L'un d'entre eux venait d'obtenir le titre d'astronaute et allait partir en voyage au travers d'une portion de la galaxie, à une vitesse proche de celle de la lumière.

L'aîné, Ulysse, prit donc les commandes du vaisseau co-piloté par HAL et NONO, alors que Gérard continua son existence terrestre, à cultiver ses OGM bénéfiques, "c'est-sans-danger".

Alors que Gérard approchait de ses 90 ans, cultivant ses cactus d'appartement, en voyant un vol d'hirondelles, il entendit à la radio que la navette était de retour de l'espace.

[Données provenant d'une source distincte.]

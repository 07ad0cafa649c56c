/**
 * The closed-loop engine: events, live API, actuator, sensor chain, divergence, memory.
 */
import { describe, it, expect } from 'vitest';
import {
  chooseStep,
  createSimulation,
  createTrace,
  decimateMinMax,
  runTrial,
  spectralRadiusEstimate,
  STABILITY_LIMIT,
} from '../../src/sim/index.js';
import { expectClose } from '../helpers/expect-close.js';
import * as H from './hand-plants.js';
import { ConstantController, ProportionalController } from './controllers.js';
import { loopConfig, manualStep, trial } from './loops.js';

/** dx/dt = u: the output is the integral of the plant input (exact under RK4 for piecewise-constant u). */
const integratorPlant = () =>
  H.makePlant({
    states: [['x', 0]],
    derivSource: ['u'],
    outputSource: 'x_0',
    deriv: (_t, _x, u, _d, _p, dx) => {
      dx[0] = u;
    },
    output: (_t, x) => x[0],
  });

describe('trial timeline', () => {
  it('has ceil(duration/Ts)+1 rows at t_k = k·Ts and applies events at the first sample >= at', () => {
    const res = runTrial(H.firstOrder(), new ProportionalController(1), loopConfig(0.5), trial(10.2, [
      { kind: 'setpoint', at: 1.2, value: 1 },
      { kind: 'disturbance', at: 3, name: 'load', value: 0.25 },
    ]));
    expect(res.trace.length).toBe(22);
    expect(res.trace.t[21]).toBe(10.5);
    expect(res.trace.r[2]).toBe(0); // t = 1.0
    expect(res.trace.r[3]).toBe(1); // t = 1.5: first sample at or after 1.2
    expect(res.trace.d[0][5]).toBe(0);
    expect(res.trace.d[0][6]).toBe(0.25);
    expect(res.trace.disturbanceNames).toEqual(['load']);
  });

  it('a setpoint ramp reaches its target after its duration, linearly', () => {
    const res = runTrial(H.firstOrder(), new ProportionalController(1), loopConfig(0.5), trial(10, [
      { kind: 'setpoint', at: 0, value: 1 },
      { kind: 'setpoint_ramp', at: 2, to: 3, duration: 4 },
    ]));
    expect(res.trace.r[4]).toBe(1); // t = 2
    expectClose(res.trace.r[6], 1.5, { abs: 1e-15 }); // t = 3
    expectClose(res.trace.r[10], 2.5, { abs: 1e-15 });
    expect(res.trace.r[12]).toBe(3);
    expect(res.trace.r[20]).toBe(3);
  });

  it('initial setpoint null = plant output at t = 0; initial output null = clamp(0, min, max)', () => {
    const c = new ConstantController(NaN);
    const sim = createSimulation(H.tank(0.8), c, loopConfig(0.1, 0, { actuator: { min: 0.2, max: 1 } }), { initialSetpoint: null, initialOutput: null });
    expect(sim.setpoint).toBe(0.8);
    expect(sim.actuatorOutput).toBe(0.2);
  });
});

describe('Kc = 0 closed loop equals the open loop at constant input', () => {
  it('a proportional controller with zero gain holds u0: trace equal to a manual run, bit for bit', () => {
    // Identity: with Kc = 0 the controller output is its bias u0 whatever y does.
    const loop = loopConfig(0.2, 0.05);
    const a = runTrial(H.tank(0.4), new ProportionalController(0), loop, trial(100, [{ kind: 'setpoint', at: 5, value: 1 }], 0.4, 0.55));
    const b = runTrial(H.tank(0.4), new ConstantController(0.55), loop, trial(100, [], 0.4, 0.55));
    expect(Array.from(a.trace.y)).toEqual(Array.from(b.trace.y));
    expect(a.trace.u.every((u) => u === 0.55)).toBe(true);
  });
});

describe('actuator', () => {
  it('clamps to its limits and flags saturation', () => {
    const res = runTrial(integratorPlant(), new ConstantController(5), loopConfig(1, 0.25, { actuator: { min: -1, max: 2 } }), trial(3, [], 0, 5));
    expect(Array.from(res.trace.u)).toEqual([2, 2, 2, 2]);
    expect(Array.from(res.trace.sat)).toEqual([1, 1, 1, 1]);
    expect(res.trace.uc[0]).toBe(5);
    expectClose(res.trace.y[3], 6, { abs: 1e-14 });
  });

  it('rate limit: the position ramps within the sample; the plant integrates the ramp exactly', () => {
    // Rate 0.4 /s from 0 towards 1: arrives at t = 2.5 s. ∫u dt at 3 s = 0.4·2.5²/2 + 0.5·1 = 1.75.
    const res = runTrial(integratorPlant(), new ConstantController(0), loopConfig(1, 0.25, { actuator: { rateLimit: 0.4 } }), trial(4, [manualStep(0, 1)], 0, 0));
    const tr = res.trace;
    expectClose(tr.u[0], 0.4, { abs: 1e-15 });
    expectClose(tr.u[1], 0.8, { abs: 1e-15 });
    expect(tr.u[2]).toBe(1);
    expect(Array.from(tr.sat)).toEqual([1, 1, 0, 0, 0]);
    expectClose(tr.y[1], 0.2, { abs: 1e-14 });
    expectClose(tr.y[2], 0.8, { abs: 1e-14 });
    expectClose(tr.y[3], 1.75, { abs: 1e-14 });
    expectClose(tr.y[4], 2.75, { abs: 1e-14 });
  });

  it('tells the controller what it delivered (track gets the rate-limited position)', () => {
    const c = new ConstantController(1);
    const sim = createSimulation(integratorPlant(), c, loopConfig(1, 0.5, { actuator: { rateLimit: 0.25 } }), { initialOutput: 0 });
    sim.advance(1);
    expect(c.tracked).toBe(0.25);
  });
});

describe('sensor chain', () => {
  it('first-order filter is exact for a ramp: z = t − Tf (1 − e^(−t/Tf))', () => {
    // Solution of Tf z' = w − z, w = t, z(0) = 0 (linear ODE, variation of constants).
    const Tf = 2;
    const res = runTrial(integratorPlant(), new ConstantController(1), loopConfig(0.5, 0.5, { sensor: { filterTime: Tf } }), trial(20, [], 0, 1));
    for (let k = 0; k < res.trace.length; k++) {
      const t = res.trace.t[k];
      expectClose(res.trace.ym[k], t - Tf * (1 - Math.exp(-t / Tf)), { abs: 1e-13 });
    }
  });

  const noisy = (seed: number) =>
    runTrial(H.tank(0.5), new ConstantController(H.tankSteadyInput(0.5)), loopConfig(0.1, 0, { sensor: { noiseStd: 0.01, seed } }), trial(1000, [], 0.5, H.tankSteadyInput(0.5)));

  it('noise: same seed gives the same trace bit for bit, another seed another trace', () => {
    const a = noisy(7);
    const b = noisy(7);
    const c = noisy(8);
    expect(Buffer.from(a.trace.ym.buffer).equals(Buffer.from(b.trace.ym.buffer))).toBe(true);
    let same = 0;
    for (let k = 0; k < a.trace.length; k++) if (a.trace.ym[k] === c.trace.ym[k]) same++;
    expect(same).toBe(0);
  });

  it('noise has the configured standard deviation and zero mean (10001 samples)', () => {
    // Standard error of a sample SD is σ/sqrt(2n) = 0.7 % here; of the mean σ/sqrt(n) = 1e-4.
    const a = noisy(3);
    let s = 0;
    let s2 = 0;
    const n = a.trace.length;
    for (let k = 0; k < n; k++) {
      const e = a.trace.ym[k] - a.trace.y[k];
      s += e;
      s2 += e * e;
    }
    const mean = s / n;
    const sd = Math.sqrt(s2 / n - mean * mean);
    expect(Math.abs(mean)).toBeLessThan(4e-4);
    expect(Math.abs(sd - 0.01)).toBeLessThan(0.0003);
  });

  it('quantisation rounds the measurement to the resolution', () => {
    const res = runTrial(integratorPlant(), new ConstantController(0.013), loopConfig(1, 1, { sensor: { resolution: 0.05 } }), trial(10, [], 0, 0.013));
    for (let k = 0; k < res.trace.length; k++) {
      const q = res.trace.ym[k] / 0.05;
      expectClose(q, Math.round(q), { abs: 1e-9 });
      expect(Math.abs(res.trace.ym[k] - res.trace.y[k])).toBeLessThanOrEqual(0.025 + 1e-12);
    }
  });
});

describe('divergence', () => {
  it('an unstable loop ends with status diverged and divergedAt, no throw, trace truncated', () => {
    // x' = x + u with u = −0.5 + 5x (gain −5, bias from the bumpless start): the deviation from
    // x = 1/12 grows per 0.1 s sample (zero-order hold) by a = e^0.1 + 5(e^0.1 − 1) = 1.6310.
    const res = runTrial(H.unstable(1, 0.1), new ProportionalController(-5), loopConfig(0.1, 0.01), trial(500, [], 0, 0));
    expect(res.status).toBe('diverged');
    expect(res.divergedAt).not.toBeNull();
    // From 1/60 it passes 1.8e308 after ln(1.8e308·60)/ln(1.6310) = 1459 samples (145.9 s); the
    // products inside a step (5x, the RK4 stage sums) overflow a few samples earlier.
    expect(res.divergedAt!).toBeGreaterThan(144);
    expect(res.divergedAt!).toBeLessThanOrEqual(146);
    expect(res.trace.length).toBe(Math.round(res.divergedAt! / 0.1));
    expect(res.trace.length).toBeLessThan(5001);
    for (let k = 0; k < res.trace.length; k++) expect(Number.isFinite(res.trace.t[k])).toBe(true);
  });

  it('a step outside the RK4 stability region is warned about (and here diverges)', () => {
    // Lag with T = 0.002 s: λ = −500 1/s; h = 0.01 s gives h|λ| = 5 > 2.785 (RK4 real-axis limit).
    const res = runTrial(H.firstOrder(1, 0.002), new ConstantController(1), loopConfig(0.1, 0.01), { ...trial(20, [], 0, 1), start: 'rest' });
    expect(res.warnings.some((w) => w.includes('stability limit'))).toBe(true);
    expect(res.status).toBe('diverged');
  });
});

describe('memory and step size', () => {
  it('trace length does not depend on the integration step (rows per sample, not per step)', () => {
    const coarse = runTrial(H.chain4(), new ConstantController(1), loopConfig(0.5, 0.5), trial(100, [], 0, 1));
    const fine = runTrial(H.chain4(), new ConstantController(1), loopConfig(0.5, 0.005), trial(100, [], 0, 1));
    expect(fine.trace.length).toBe(coarse.trace.length);
    expect(fine.trace.t.length).toBe(coarse.trace.t.length);
    expect(fine.steps).toBe(100 * coarse.steps);
    expectClose(fine.trace.y[200], coarse.trace.y[200], { abs: 1e-5 });
  });
});

describe('chooseStep', () => {
  it('puts h·ρ at or below the target and makes Ts/h an integer', () => {
    // Lag T = 1 ms: ρ = 1000 1/s; target h·ρ = 0.25 for rk4 -> 400 steps per 0.1 s sample.
    const c = chooseStep(H.firstOrder(1, 0.001), 0.1, 'rk4');
    expectClose(c.rho, 1000, { rel: 1e-12 });
    expect(c.substeps).toBe(400);
    expectClose(c.step * c.substeps, 0.1, { rel: 1e-15 });
    expect(c.hRho).toBeLessThanOrEqual(0.25 + 1e-12);
    expect(c.warnings).toEqual([]);
    expect(chooseStep(H.firstOrder(1, 100), 0.1, 'rk4').substeps).toBe(1);
    expect(chooseStep(H.firstOrder(1, 0.001), 0.1, 'euler').substeps).toBe(5000);
  });

  it('uses the numerical Jacobian of a nonlinear plant: tank rate c/(2A sqrt(h0))', () => {
    const c = chooseStep(H.tank(0.25), 10, 'rk4');
    expectClose(c.rho, 0.5 / (2 * 2 * 0.5), { rel: 1e-6 });
    expect(c.substeps).toBe(Math.ceil((10 * 0.25) / 0.25));
  });

  it('spectral radius: diagonal, complex pair of a non-normal matrix, defective chain', () => {
    expectClose(spectralRadiusEstimate(Float64Array.of(-3, 0, 0, -0.5), 2), 3, { rel: 1e-9 });
    // [[−1, 4], [−1, −1]]: λ = −1 ± 2i, ρ = √5 (characteristic polynomial λ² + 2λ + 5).
    expectClose(spectralRadiusEstimate(Float64Array.of(-1, 4, -1, -1), 2), Math.sqrt(5), { rel: 1e-9 });
    // Four equal lags: a 4-fold eigenvalue −0.5 in one Jordan block; QR finds it only to about
    // eps^(1/4) ≈ 1e-4 relative (perturbation theory of a defective eigenvalue).
    expectClose(spectralRadiusEstimate(H.chain4(1, 2).linear!.a, 4), 0.5, { rel: 1e-3 });
  });

  it('stability limits are the real-axis intervals of RK4, Heun, Euler', () => {
    // |R(z)| = 1 on the negative real axis: RK4 1 − z + z²/2 − z³/6 + z⁴/24 at z = 2.7853
    // (Butcher 2016, sec. 238); Heun and Euler at 2.
    const r4 = (z: number) => 1 - z + (z * z) / 2 - (z ** 3) / 6 + (z ** 4) / 24;
    expectClose(r4(STABILITY_LIMIT.rk4), 1, { abs: 1e-12 });
    expect(STABILITY_LIMIT.heun).toBe(2);
    expect(STABILITY_LIMIT.euler).toBe(2);
  });
});

describe('live simulation API', () => {
  it('advance runs whole samples; setters act from the next sample; mode switch is bumpless', () => {
    const c = new ProportionalController(2);
    const sim = createSimulation(H.firstOrder(1, 5), c, loopConfig(0.1), { initialSetpoint: 0, initialOutput: 0 });
    expect(sim.advance(1)).toBe('ok');
    expectClose(sim.time, 1, { abs: 1e-12 });
    expect(sim.trace.length).toBe(10);
    sim.setSetpoint(1);
    sim.advance(5);
    sim.setMode('manual');
    const held = sim.actuatorOutput;
    sim.setDisturbance('load', 0.3);
    sim.advance(8);
    const out = new Float64Array(30);
    const n = sim.trace.readChannel('u', out);
    expect(n).toBe(30);
    expect(out[29]).toBe(held);
    sim.setMode('auto');
    sim.advance(8.1);
    const u = new Float64Array(2);
    sim.trace.readChannel('u', u);
    expectClose(u[1], u[0], { abs: 1e-12 }); // bumpless return to auto
    expect(() => sim.setDisturbance('nope', 1)).toThrow(RangeError);
  });

  it('a fixed-capacity ring keeps the newest rows, read out oldest first into caller buffers', () => {
    const sim = createSimulation(H.firstOrder(), new ConstantController(1), loopConfig(0.1), { traceCapacity: 16, initialOutput: 1 });
    sim.advance(5);
    expect(sim.trace.recorded).toBe(50);
    expect(sim.trace.length).toBe(16);
    const out = createTrace(16, ['load']);
    expect(sim.trace.readTrace(out)).toBe(16);
    for (let k = 0; k < 16; k++) expectClose(out.t[k], (34 + k) * 0.1, { abs: 1e-12 });
    const small = new Float64Array(4);
    sim.trace.readChannel('t', small);
    expectClose(small[0], 4.6, { abs: 1e-12 });
    expectClose(small[3], 4.9, { abs: 1e-12 });
  });

  it('a trial is the same path: runTrial equals driving createSimulation by hand', () => {
    const loop = loopConfig(0.1, 0.05, { sensor: { noiseStd: 0.001, seed: 5, delay: 0.3, filterTime: 0.5 }, actuator: { rateLimit: 0.5, min: 0, max: 1 } });
    const res = runTrial(H.tank(0.5), new ProportionalController(3), loop, trial(30, [{ kind: 'setpoint', at: 2, value: 0.7 }], 0.5, 0.3));
    const sim = createSimulation(H.tank(0.5), new ProportionalController(3), loop, { initialSetpoint: 0.5, initialOutput: 0.3, traceCapacity: 301 });
    sim.advance(2);
    sim.setSetpoint(0.7);
    sim.advance(30);
    sim.recordFinal();
    expect(Array.from(sim.trace.storage.ym)).toEqual(Array.from(res.trace.ym));
    expect(Array.from(sim.trace.storage.u)).toEqual(Array.from(res.trace.u));
  });
});

describe('decimateMinMax', () => {
  it('gives each column the min and max of its rows, NaN for empty columns', () => {
    const t = Float64Array.from({ length: 11 }, (_, i) => i);
    const v = Float64Array.of(0, 5, -1, 2, 2, 9, 3, 3, 3, 3, 7);
    const mn = new Float64Array(5);
    const mx = new Float64Array(5);
    expect(decimateMinMax(t, v, 0, 10, 5, mn, mx)).toBe(5);
    expect(Array.from(mn)).toEqual([0, -1, 2, 3, 3]);
    expect(Array.from(mx)).toEqual([5, 2, 9, 3, 7]); // t = 10 falls in the last column
    const mn2 = new Float64Array(4);
    const mx2 = new Float64Array(4);
    expect(decimateMinMax(t, v, 2, 3.5, 4, mn2, mx2, 11)).toBe(2);
    expect(mn2[0]).toBe(-1);
    expect(Number.isNaN(mn2[1])).toBe(true);
    expect(mx2[2]).toBe(2);
  });
});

Quelques jours plus tard, eurent lieu d'émouvantes retrouvailles entre les deux frères jumeaux.

Gérard, courbé par l'âge, embrassa Ulysse qui n'avait vieilli que de trois mois, au lieu des 60 ans de son monozygote.

Les scientiques s'interrogèrent sur les raisons de cette jouvencéité conservée par Ulysse.

Le professeur Jeleuvaubien envisagea que le voyageur avait abusé de crèmes anti-rides.

Le professeur Allègre déclara que cela était dû à l'absence de réchauffement de la planète.

Enfin, le professeur Ztnerol déclara que l'absence de vieillissement d'Ulysse, 31 ans bientôt, provenait du simple fait que le temps est relatif.

Pendant ce temps, le professeur Jhallucine, qui avait abusé ce soir là de vodka bon-marché, se dit que Ztnerol confondait le temps et la mesure du temps, et que si Ulysse avait certes l'apparence d'un jeune homme, le temps s'était écoulé pour lui de la même manière que pour Gérard, mais que, par la grâce de sa vitesse, tous les atomes de son corps et tous ceux du vaisseau avaient vu leur fontionnement interne ralentir, comme une roue de voiture ralentit sa rotation lorsque le frein plaque ses plaquettes.

Mais il est vrai que les mystiques avaient gagné sur tous les terrains, y compris sur celui de la physique nucléaire, et qu'il fallait que l'univers ait un début, et donc que le temps ne soit pas absolu. Tout comme il fallait un début et un néant originel.

Le médiocre ralentissement des mécanismes structurels des objets constituait donc, pour eux, la preuve que le temps était relatif.

Le vieux professeur Jhallucine pris ce soir là son automobile, et il eut malheureusement un instant de retard pour réagir au passage d'un sanglier. Le véhicule fit une embardée et le professeur perdit la vie.

La vodka avait fortement relativisé son temps de réaction.

Pendant ce temps, Gérard racontait sa vie à Ulysse.

Pour Ulysse, le récit fut plus rapide.